Oddly enough, one of the few individuals willing to publicly defend the Duke lacrosse players was Stephen Miller. Yes, that Stephen Miller, the founder of America First Legal who will serve as deputy chief of staff for policy in Trump’s second term. He wrote conservative columns for the Duke student newspaper at the time and was invited on national news shows to give his perspective on the case. During an interview with noted crime commentator Nancy Grace after the first two arrests were made, Miller said, “I think I speak for many students when I say we’re very, very concerned that two innocent people, possibly, just had their lives ruined.” Grace gasped in horror at the assertion. Miller was invited back on several programs after the rape charges were dropped to take a well-deserved victory lap; he accused lacrosse team haters of pursuing a “political agenda” over the truth.

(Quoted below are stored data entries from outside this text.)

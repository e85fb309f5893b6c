/**
 * The report as one self-contained HTML file: inline CSS (with print rules),
 * charts as inline SVG rendered by the caller, no scripts and no links to
 * anything outside the file. Every string from the document is escaped.
 */
import { escapeHtml as e, unsafeSvgReason } from './escape';
import type { Block, ReportDocument, Section, TableBlock } from './model';
import { cellText } from './number-format';

/** SVG markup per chart id (`ChartBlock.id`). */
export type ChartSvgs = Readonly<Record<string, string>>;

const CSS = `
:root { color-scheme: light; }
body { font-family: "DejaVu Sans", "Segoe UI", Helvetica, Arial, sans-serif; color: #1f2933; max-width: 60rem; margin: 2rem auto; padding: 0 1rem; line-height: 1.45; }
h1 { font-size: 1.7rem; margin-bottom: 0.2rem; }
h2 { font-size: 1.3rem; border-bottom: 1px solid #c8ced6; padding-bottom: 0.2rem; margin-top: 2.2rem; }
.subtitle { color: #52606d; margin-top: 0; }
p.lead { font-weight: bold; }
table { border-collapse: collapse; margin: 0.8rem 0; font-size: 0.85rem; }
caption { text-align: left; font-weight: bold; padding-bottom: 0.3rem; }
th, td { border-bottom: 1px solid #e4e7eb; padding: 0.2rem 0.5rem; }
th { text-align: left; background: #f5f7fa; }
td.num { text-align: right; font-variant-numeric: tabular-nums; }
.notes { font-size: 0.8rem; color: #52606d; margin-top: 0; }
.caution { border-left: 4px solid #b7791f; background: #fffaf0; padding: 0.4rem 0.8rem; margin: 0.8rem 0; }
.caution h3 { font-size: 0.95rem; margin: 0.2rem 0; }
figure { margin: 1rem 0; }
figure svg { max-width: 100%; height: auto; }
figcaption { font-size: 0.8rem; color: #52606d; }
pre { background: #f5f7fa; padding: 0.6rem; overflow-x: auto; font-size: 0.8rem; }
nav ol { columns: 2; }
@media print {
  body { max-width: none; margin: 0; font-size: 10pt; }
  nav { display: none; }
  h2 { break-before: page; }
  h2:first-of-type { break-before: auto; }
  table, figure, .caution { break-inside: avoid; }
  thead { display: table-header-group; }
  a { color: inherit; text-decoration: none; }
}
`;

function table(t: TableBlock): string {
  const head = t.columns.map((c) => `<th scope="col">${e(c.header)}</th>`).join('');
  const body = t.rows
    .map((r) => `<tr>${r.map((cell, j) => `<td${typeof cell === 'number' ? ' class="num"' : ''}>${e(cellText(cell, t.columns[j]?.format))}</td>`).join('')}</tr>`)
    .join('\n');
  const notes = t.notes?.length ? `<p class="notes">${t.notes.map(e).join('<br>')}</p>` : '';
  return `<table id="${e(t.id)}"><caption>${e(t.caption)}</caption><thead><tr>${head}</tr></thead><tbody>\n${body}\n</tbody></table>${notes}`;
}

function block(b: Block, svgs: ChartSvgs, refNumber: (key: string) => number): string {
  switch (b.kind) {
    case 'paragraph': {
      const cites = b.cites?.length ? ` <span class="cites">[${[...new Set(b.cites)].map((k) => `<a href="#ref-${e(k)}">${refNumber(k)}</a>`).join(', ')}]</span>` : '';
      return `<p${b.emphasis ? ' class="lead"' : ''}>${e(b.text)}${cites}</p>`;
    }
    case 'table':
      return table(b);
    case 'chart': {
      const svg = svgs[b.id];
      if (svg === undefined) return `<p class="notes">Chart not drawn. ${e(b.alt)}</p>`;
      const bad = unsafeSvgReason(svg);
      if (bad) throw new Error(`The chart "${b.id}" cannot go into the report: ${bad}.`);
      return `<figure role="img" aria-label="${e(b.alt)}">${svg}<figcaption>${e(b.alt)}</figcaption></figure>`;
    }
    case 'caution':
      return `<div class="caution"><h3>${e(b.title)}</h3><ul>${b.items.map((i) => `<li>${e(i)}</li>`).join('')}</ul></div>`;
    case 'list':
      return `${b.title ? `<h3>${e(b.title)}</h3>` : ''}<ul>${b.items.map((i) => `<li>${e(i)}</li>`).join('')}</ul>`;
    case 'code':
      return `<h3>${e(b.title)}</h3><pre>${e(b.text)}</pre>`;
  }
}

function section(s: Section, svgs: ChartSvgs, refNumber: (key: string) => number): string {
  return `<section id="${e(s.id)}">\n<h2>${e(s.heading)}</h2>\n${s.blocks.map((b) => block(b, svgs, refNumber)).join('\n')}\n</section>`;
}

export function renderHtml(doc: ReportDocument, svgs: ChartSvgs = {}): string {
  const refNumber = (key: string) => doc.references.findIndex((r) => r.key === key) + 1;
  const listed = [...doc.sections, ...(doc.references.length ? [{ id: 'references', heading: 'References' }] : []), doc.appendix];
  const nav = `<nav><ol>${listed.map((s) => `<li><a href="#${e(s.id)}">${e(s.heading)}</a></li>`).join('')}</ol></nav>`;
  const refs = doc.references.length
    ? `<section id="references"><h2>References</h2><ol>${doc.references.map((r) => `<li id="ref-${e(r.key)}">${e(r.text)}</li>`).join('')}</ol></section>`
    : '';
  return [
    '<!DOCTYPE html>',
    '<html lang="en">',
    '<head>',
    '<meta charset="utf-8">',
    `<meta http-equiv="Content-Security-Policy" content="default-src 'none'; style-src 'unsafe-inline'; img-src data:">`,
    '<meta name="viewport" content="width=device-width, initial-scale=1">',
    `<title>${e(doc.title)}</title>`,
    `<style>${CSS}</style>`,
    '</head>',
    '<body>',
    `<header><h1>${e(doc.title)}</h1>${doc.subtitle ? `<p class="subtitle">${e(doc.subtitle)}</p>` : ''}<p class="subtitle">Made ${e(doc.createdAt)}</p></header>`,
    nav,
    ...doc.sections.map((s) => section(s, svgs, refNumber)),
    refs,
    section(doc.appendix, svgs, refNumber),
    '</body>',
    '</html>',
    '',
  ].join('\n');
}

The rape charges were dropped after a series of unfortunate events for the bloodthirsty district attorney, Mike Nifong. One indicted player had evidence to corroborate an alibi that he wasn’t at the party when the alleged assault occurred, Mangum changed key details in her story, including how many men assaulted her, when the assault took place, etc. multiple times, and DNA testing returned the DNA of four men but none that matched the lacrosse players (the extent of this exonerating evidence was withheld by Nifong from the prosecution). The remaining charges, kidnapping and sexual offense, were taken over by Attorney General Roy Cooper’s office, and within months he dismissed all charges and declared the Duke players innocent. Nifong was disbarred for misconduct.
Mangum’s confession nearly two decades on is surely little comfort to the many people who had their lives destroyed by her false accusation: The three players whose reputations were irrevocably tarnished, even with their eventual exoneration. Their parents. The other members of the Duke lacrosse team, who were branded with guilt by association, lost a season of play and faced death threats. Duke students who also reported death threats and harassment and were scared to be on campus. The case reverberated well beyond the three players who were charged with the alleged crime and even after Cooper’s exoneration, those that called for the heads of the lacrosse players insisted something must have happened and that the case was complicated and complex.

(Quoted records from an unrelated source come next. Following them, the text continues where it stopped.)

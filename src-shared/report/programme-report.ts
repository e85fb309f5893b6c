/**
 * The whole programme's report run, the same from the command line and the
 * app: the trend of each group (species) with the model chosen for it, the
 * multi-species composite where it can be made, then the report document.
 * Pure: nothing is written here, so a cancelled run leaves nothing behind.
 *
 *   buildProgrammeReport(plan, { signal, onProgress, runner }) -> ReportDocument
 *
 * `onProgress` gets { group, done, total, fraction, stage }: `done` groups
 * of `total` steps finished (the composite is one step more), `fraction` of
 * the current one. Cancelling (signal raised) rejects with FitCancelled.
 */
import type { EditLog } from '../cleaning/edit-entry';
import type { DataTable } from '../data/table';
import { FitCancelled } from '../engine/types';
import type { ModelSpec } from '../model/spec';
import { compositeTrend, type CompositeResult } from '../trend/composite';
import type { FitRunner } from '../trend/fit-runner';
import { decisionFlags } from '../trend/flags';
import { analyseTrend } from '../trend/trend-analysis';
import type { Provenance } from './appendix';
import { buildTrendReport } from './build';
import { groupReportParts, type GroupParts, type LabelledSpec } from './group-parts';
import type { GroupTrend } from './group-section';
import type { ReportDocument } from './model';

export const DEFAULT_COMPOSITE_REPLICATES = 199;

/** One group (species) of the report: its rows and the model chosen for it. */
export interface PlannedGroup {
  /** The value of the group column ("common_toad"), or '' for a single table. */
  readonly group: string;
  readonly label?: string;
  readonly table: DataTable;
  readonly spec: ModelSpec;
  /** The chosen model's name (the comparison and diagnostics name it). */
  readonly model?: string;
  /** The other models of the group, compared with the chosen one on the same rows. */
  readonly others?: readonly LabelledSpec[];
}

export interface ProgrammePlan {
  readonly title: string;
  readonly subtitle?: string;
  /** The column the groups are values of ("species"); absent for a single table. */
  readonly groupColumn?: string;
  readonly groups: readonly PlannedGroup[];
  /**
   * The rows of every group together (with the group column), for the
   * composite's joint site bootstrap; absent: no composite.
   */
  readonly compositeTable?: DataTable;
  readonly provenance: Provenance;
  /** Bootstrap replicates of the composite's limits (default 199). */
  readonly replicates?: number;
  /** Seed of the composite bootstrap (default 1). */
  readonly seed?: number;
  /** Cautions beyond the general ones. */
  readonly cautions?: readonly string[];
  /** The cleaning log of the records behind the tables (what cleaning changed, and the audit log sheet). */
  readonly cleaning?: EditLog;
}

export interface ProgrammeProgress {
  /** The group being worked on ('' for a single table; the composite's own name while it runs). */
  readonly group: string;
  readonly done: number;
  readonly total: number;
  /** Fraction (0..1) of the current step. */
  readonly fraction: number;
  readonly stage: string;
  /** Items of the current stage done, of how many (bootstrap refits), when it counts them. */
  readonly items?: { readonly done: number; readonly total: number };
}

export interface ProgrammeOptions {
  readonly signal?: { readonly aborted: boolean };
  readonly onProgress?: (p: ProgrammeProgress) => void;
  /** Runs the composite's bootstrap refits (default: one after another in this thread). */
  readonly runner?: FitRunner;
}

export const COMPOSITE_STEP = 'composite index';

/** Why the plan gets no composite, or null when it does. */
export function compositeBlocker(plan: ProgrammePlan, fitted: readonly GroupTrend[]): string | null {
  if (!plan.groupColumn || !plan.compositeTable || plan.groups.length < 2) return null;
  const sites = new Set(plan.groups.map((g) => g.spec.site?.column ?? ''));
  if (sites.has('') || sites.size > 1) return 'There is no composite index: its limits resample whole sites together for every species, so the model of each species needs the same "site" column (here one has none, or they differ).';
  const times = new Set(plan.groups.map((g) => g.spec.time?.column ?? ''));
  if (times.size > 1) return 'There is no composite index: the chosen models do not share one time column.';
  if (fitted.some((g) => !g.result)) return 'There is no composite index, because not every species could be fitted.';
  return null;
}

/** The group's spec, model comparison, diagnostics and data summary (without the diagnostics, and said so, when they fail). */
function partsOf(g: PlannedGroup, signal: ProgrammeOptions['signal'], cautions: string[]): Partial<GroupParts> & { spec: ModelSpec } {
  try {
    return groupReportParts(g.table, { label: g.model ?? 'The chosen model', spec: g.spec }, g.others ?? [], { control: { signal } });
  } catch (err) {
    if (err instanceof FitCancelled || signal?.aborted) throw new FitCancelled();
    cautions.push(`The comparison and diagnostics of ${g.label ?? g.group} could not be made: ${(err as Error).message}`);
    return { spec: g.spec };
  }
}

function checkCancel(signal: ProgrammeOptions['signal']): void {
  if (signal?.aborted) throw new FitCancelled();
}

export async function buildProgrammeReport(plan: ProgrammePlan, options: ProgrammeOptions = {}): Promise<ReportDocument> {
  return (await runProgrammeReport(plan, options)).document;
}

/** The report and the groups whose trend could not be fitted or did not converge (their names). */
export async function runProgrammeReport(plan: ProgrammePlan, options: ProgrammeOptions = {}): Promise<{ document: ReportDocument; unsound: string[] }> {
  if (plan.groups.length === 0) throw new RangeError('A report needs at least one species (group) with a chosen model.');
  const { signal } = options;
  const notify = options.onProgress ?? (() => {});
  const wantsComposite = !!plan.groupColumn && !!plan.compositeTable && plan.groups.length >= 2;
  const total = plan.groups.length + (wantsComposite ? 1 : 0);
  const groups: GroupTrend[] = [];
  const cautions = [...(plan.cautions ?? [])];
  for (const [i, g] of plan.groups.entries()) {
    checkCancel(signal);
    notify({ group: g.group, done: i, total, fraction: 0, stage: 'starting' });
    const onProgress = (d: number, n: number, stage: string) => notify({ group: g.group, done: i, total, fraction: n > 0 ? d / n : 0, stage, ...(n > 1 ? { items: { done: d, total: n } } : {}) });
    try {
      const result = await analyseTrend(g.table, g.spec, { signal, onProgress });
      onProgress(0, 1, g.others?.length ? 'comparison and diagnostics' : 'diagnostics');
      groups.push({ group: g.group, label: g.label, result, flags: decisionFlags(result.slope), ...partsOf(g, signal, cautions) });
    } catch (err) {
      if (err instanceof FitCancelled || signal?.aborted) throw new FitCancelled();
      groups.push({ group: g.group, label: g.label, spec: g.spec, error: (err as Error).message });
    }
  }
  checkCancel(signal);
  let composite: CompositeResult['composite'] | undefined;
  const blocker = compositeBlocker(plan, groups);
  if (blocker) cautions.push(blocker);
  else if (wantsComposite) {
    const done = plan.groups.length;
    notify({ group: COMPOSITE_STEP, done, total, fraction: 0, stage: 'starting' });
    const first = plan.groups[0].spec;
    try {
      composite = (
        await compositeTrend(plan.compositeTable!, first, plan.groupColumn!, {
          replicates: plan.replicates ?? DEFAULT_COMPOSITE_REPLICATES,
          seed: plan.seed ?? 1,
          specs: Object.fromEntries(plan.groups.map((g) => [g.group, g.spec])),
          runner: options.runner,
          signal,
          onProgress: (d, n, stage) => notify({ group: COMPOSITE_STEP, done, total, fraction: n > 0 ? d / n : 0, stage, ...(n > 1 ? { items: { done: d, total: n } } : {}) }),
        })
      ).composite;
    } catch (err) {
      if (err instanceof FitCancelled || signal?.aborted) throw new FitCancelled();
      cautions.push(`There is no composite index: ${(err as Error).message}`);
    }
  }
  checkCancel(signal);
  notify({ group: '', done: total, total, fraction: 1, stage: 'assembling the report' });
  const provenance: Provenance = composite ? { ...plan.provenance, seeds: [...plan.provenance.seeds, { what: 'the composite bootstrap', value: composite.seed }] } : plan.provenance;
  const document = buildTrendReport({
    title: plan.title,
    subtitle: plan.subtitle,
    spec: plan.groups[0].spec,
    groupColumn: plan.groupColumn,
    groups,
    composite,
    cautions,
    provenance,
    cleaning: plan.cleaning,
  });
  return { document, unsound: groups.filter((g) => !g.result?.fit.converged).map((g) => g.label ?? g.group) };
}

Feminist and civil rights grifters squeezed all of the juice they could out of the Duke lacrosse case and marched right on to the next outrage with zero regard for the damage they caused. They rushed headlong into the retracted 2014 University of Virginia rape accusation in the Rolling Stone and, a decade after Duke, every #MeToo accusation they could get their hands on. As #MeToo fervor took over, legitimate claims quickly gave way to cries to “believe all women” and raise pitchforks against any man who so much as looked at a woman the wrong way. Duke should have served as a warning to avoid rushing to judgment when lives hang in the balance. Instead, for many, it only deepened the desire to put men in the guillotine.
Mangum took nearly twenty years to finally do the right thing. Her words now could never come close to healing the deep, lasting wound she ripped open when she falsely accused those Duke lacrosse players. And they will mean almost nothing to the misandrists and racists who prefer societal bloodletting to justice.